Critical Hyper-Parameters: No Random, No Cry
Olivier Bousquet, Sylvain Gelly, Karol Kurach, Olivier Teytaud, Damien Vincent
TL;DR
<3-5 sentence high-level summary>Hyperparameter optimization in deep learning is expensive and often parallelized via one-shot strategies. The paper argues that low-discrepancy sequences, especially Scrambled-Hammersley with random shift (S-SH), offer superior dispersion properties and robustness to irrelevant parameters, outperforming grid, random, and LHS in many settings. Theoretical results bind optimization error to dispersion and demonstrate favorable projections onto critical variables, while extensive experiments across language modeling and image classification confirm practical speed-ups and improved hyperparameter choices.

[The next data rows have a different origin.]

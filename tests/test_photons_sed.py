"""Stellar spectra and band normalisation (snrkit.photons.sed), checked against outside values."""

import numpy as np
import pytest
import astropy.units as u
from astropy.table import Table
from hypothesis import given, settings, strategies as st

from snrkit.constants import R_SUN, PC, H_PLANCK, C_LIGHT, K_B
from snrkit.errors import InputError, UnitMismatchError, UnknownKeyError
from snrkit.photons.sed import (planck_flambda, planck_spectrum, read_spectrum, zero_points,
                                synthetic_magnitude, stellar_flux_density, band_names)
from snrkit.tables import read_table


def test_planck_matches_astropy_blackbody():
    # Reference: astropy.modeling.models.BlackBody (Planck's law, B_lambda per steradian);
    # snrkit returns the surface flux pi * B_lambda.
    from astropy.modeling.models import BlackBody
    lam = np.geomspace(0.2, 30.0, 200) * u.um
    for t in (2500.0, 5772.0, 9600.0, 30000.0):
        bb = BlackBody(temperature=t * u.K, scale=1.0 * u.W / (u.m**2 * u.m * u.sr))
        ref = bb(lam).to_value(u.W / (u.m**3 * u.sr)) * np.pi
        np.testing.assert_allclose(planck_flambda(lam.to_value(u.m), t), ref, rtol=1e-10)


@settings(max_examples=40, deadline=None)
@given(t=st.floats(2000.0, 50000.0))
def test_planck_rayleigh_jeans_and_wien_limits(t):
    # Rayleigh-Jeans (x = hc/lambda kT << 1): pi B_lambda -> 2 pi c k T / lambda^4, relative
    # error ~ x/2.  Wien (x >> 1): pi B_lambda -> 2 pi h c^2 / lambda^5 exp(-x), error ~ e^-x.
    # (Rybicki & Lightman 1979, Radiative Processes in Astrophysics, ch. 1.)
    lam_rj = 1e3 * H_PLANCK * C_LIGHT / (K_B * t)          # x = 1e-3
    rj = 2 * np.pi * C_LIGHT * K_B * t / lam_rj**4
    assert planck_flambda(lam_rj, t) == pytest.approx(rj, rel=1e-3)
    lam_w = H_PLANCK * C_LIGHT / (30.0 * K_B * t)          # x = 30
    wien = 2 * np.pi * H_PLANCK * C_LIGHT**2 / lam_w**5 * np.exp(-30.0)
    assert planck_flambda(lam_w, t) == pytest.approx(wien, rel=1e-12)


def test_zero_point_table_is_internally_consistent():
    # Each band's published F_nu and F_lambda zero points (Cohen, Wheaton & Megeath 2003,
    # AJ 126, 1090, Table 2; Bessell, Castelli & Plez 1998, A&A 333, 231, Table A2) must agree
    # through F_nu = F_lambda lambda^2 / c at the reference wavelength; they do to ~2 %
    # (F_nu and F_lambda are quoted at their own isophotal frequency and wavelength, so
    # exact agreement is not expected; H differs most, by 1.9 %).  Guards against a slipped
    # digit or unit in the table.
    t = read_table("photometry", "zero_points.ecsv")
    for key in ("source", "method", "units", "date", "script"):
        assert key in t.meta
    for row in t:
        lam = row["reference_wavelength"] * u.um
        flam = row["zero_point_flambda"] * t["zero_point_flambda"].unit
        fnu = (flam * lam**2 / (C_LIGHT * u.m / u.s)).to(u.Jy)
        assert fnu.value == pytest.approx(row["zero_point_fnu"], rel=0.025), row["band"]
    assert set(band_names()) >= {"J", "H", "Ks", "V"}


def test_zero_magnitude_reference_spectrum_from_fnu_file(tmp_path):
    # A zero-magnitude reference spectrum built from the published F_nu zero points (Jy),
    # written as an ECSV file, read back through the unit machinery and normalised to J = 0,
    # must reproduce the published F_lambda zero points of the other bands and give
    # magnitude ~0 in every band (Cohen et al. 2003; Bessell et al. 1998).
    t = read_table("photometry", "zero_points.ecsv")
    order = np.argsort(t["reference_wavelength"])
    spec = Table({"wavelength": t["reference_wavelength"].quantity[order],
                  "flux": t["zero_point_fnu"].quantity[order]})
    assert spec["flux"].unit == u.Jy
    path = tmp_path / "zero_mag.ecsv"
    spec.write(path, format="ascii.ecsv")
    s = read_spectrum(path).normalised(0.0, "J")
    for row in t:
        lam = row["reference_wavelength"] * 1e-6
        flam_si = (row["zero_point_flambda"] * t["zero_point_flambda"].unit).si.value
        # tolerance: the ~2 % F_nu/F_lambda consistency of the published pairs (see above)
        assert s.at(lam)[0] == pytest.approx(flam_si, rel=0.025), row["band"]
        m = synthetic_magnitude(s.wavelength_m * u.m, s.flambda * u.W / u.m**3, row["band"])
        assert abs(float(m[0])) < 0.03


def test_sun_absolute_magnitudes_against_willmer_2018():
    # A 5772 K blackbody with the IAU 2015 nominal solar radius at 10 pc compared with the
    # Sun's absolute magnitudes of Willmer 2018, ApJS 236, 47 (zero-magnitude-star system, as
    # our zero points): M_V = 4.81 and
    # M_Ks = 3.27 (abstract); M_J = 3.67, M_H = 3.32 (value from memory).  A blackbody is a
    # good solar model in V and J (<= 0.1 mag); in H and Ks the real Sun is brighter than
    # the blackbody because of the H- opacity minimum near 1.6 um, hence 0.3 mag.
    lam = np.geomspace(0.3e-6, 5e-6, 3000)
    f = planck_flambda(lam, 5772.0) * (R_SUN / (10.0 * PC)) ** 2
    expect = {"V": (4.81, 0.1), "J": (3.67, 0.1), "H": (3.32, 0.3), "Ks": (3.27, 0.3)}
    for band, (ref, tol) in expect.items():
        m = float(synthetic_magnitude(lam * u.m, f * u.W / u.m**3, band))
        assert abs(m - ref) < tol, (band, m)


@settings(max_examples=40, deadline=None)
@given(teff=st.floats(2500.0, 40000.0), mag=st.floats(-1.0, 20.0),
       band=st.sampled_from(["J", "H", "Ks", "V"]))
def test_normalised_spectrum_has_the_requested_magnitude(teff, mag, band):
    # Round trip: the synthetic magnitude of the normalised spectrum equals the input.
    s = planck_spectrum(teff).normalised(mag, band)
    m = synthetic_magnitude(s.wavelength_m * u.m, s.flambda * u.W / u.m**3, band)
    # the sampled grid (4000 log-spaced points) interpolates the exact Planck curve to ~1e-6
    assert float(m[0]) == pytest.approx(mag, abs=1e-5)
    lam_ref = zero_points()[band][0]
    exact = -2.5 * np.log10(s.at([lam_ref])[0, 0] / zero_points()[band][1])
    assert exact == pytest.approx(mag, abs=1e-10)


def test_flux_density_at_reference_wavelength_equals_zero_point():
    # A star of magnitude m in J has F_lambda(1.235 um) = F_0 10^(-0.4 m)
    # (Cohen et al. 2003 zero point 3.129e-13 W cm-2 um-1, value from memory).
    f = stellar_flux_density(1.235, 5800.0, 10.0, "J")
    assert f.to_value(u.W / u.cm**2 / u.um)[0, 0] == pytest.approx(3.129e-13 * 1e-4, rel=1e-9)
    # vectorised over stars
    f2 = stellar_flux_density([1.0, 2.0] * u.um, [3000.0, 6000.0], [8.0, 9.0], "Ks")
    assert f2.shape == (2, 2)


def test_csv_spectrum_with_units_in_header(tmp_path):
    p = tmp_path / "s.csv"
    lam = np.linspace(0.5, 6.0, 50)
    p.write_text("wavelength [um],flux [erg / (s cm2 Angstrom)]\n"
                 + "\n".join(f"{a},{1e-12 / a**4}" for a in lam))
    s = read_spectrum(p)
    assert s.range_m == pytest.approx((0.5e-6, 6.0e-6))
    # 1 erg s-1 cm-2 A-1 = 1e7 W m-3
    assert s.flambda[0, 0] == pytest.approx(1e-12 / 0.5**4 * 1e7)


def test_bad_spectra_and_bands(tmp_path):
    with pytest.raises(UnknownKeyError, match="Ks"):
        stellar_flux_density(1.0, 5000.0, 10.0, "Q")
    p = tmp_path / "nounits.csv"
    p.write_text("wavelength,flux\n1,2\n2,3\n")
    with pytest.raises(UnitMismatchError):
        read_spectrum(p)
    p2 = tmp_path / "cols.csv"
    p2.write_text("lam [um],flux [Jy]\n1,2\n2,3\n")
    with pytest.raises(InputError, match="wavelength"):
        read_spectrum(p2)
    p3 = tmp_path / "short.csv"
    p3.write_text("wavelength [um],flux [Jy]\n1.5,2\n2.0,3\n")
    s = read_spectrum(p3)
    with pytest.raises(InputError, match="1.235"):
        s.normalised(10.0, "J")            # J reference wavelength outside 1.5-2 um
    with pytest.raises(InputError, match="1.5-2 um"):
        s.at([1.0e-6])
    with pytest.raises(InputError, match="teff"):
        planck_spectrum(-5.0)
    assert set(zero_points()) == set(band_names())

The approach also serves effectively as a strong initialization for Bayesian optimization, suggesting a simple, drop-in replacement for standard HP search in DL pipelines.
Abstract
The selection of hyper-parameters is critical in Deep Learning. Because of the long training time of complex models and the availability of compute resources in the cloud, "one-shot" optimization schemes - where the sets of hyper-parameters are selected in advance (e.g. on a grid or in a random manner) and the training is executed in parallel - are commonly used. It is known that grid search is sub-optimal, especially when only a few critical parameters matter, and suggest to use random search instead. Yet, random search can be "unlucky" and produce sets of values that leave some part of the domain unexplored. Quasi-random methods, such as Low Discrepancy Sequences (LDS) avoid these issues. We show that such methods have theoretical properties that make them appealing for performing hyperparameter search, and demonstrate that, when applied to the selection of hyperparameters of complex Deep Learning models (such as state-of-the-art LSTM language models and image classification models), they yield suitable hyperparameters values with much fewer runs than random search. We propose a particularly simple LDS method which can be used as a drop-in replacement for grid or random search in any Deep Learning pipeline, both as a fully one-shot hyperparameter search or as an initializer in iterative batch optimization.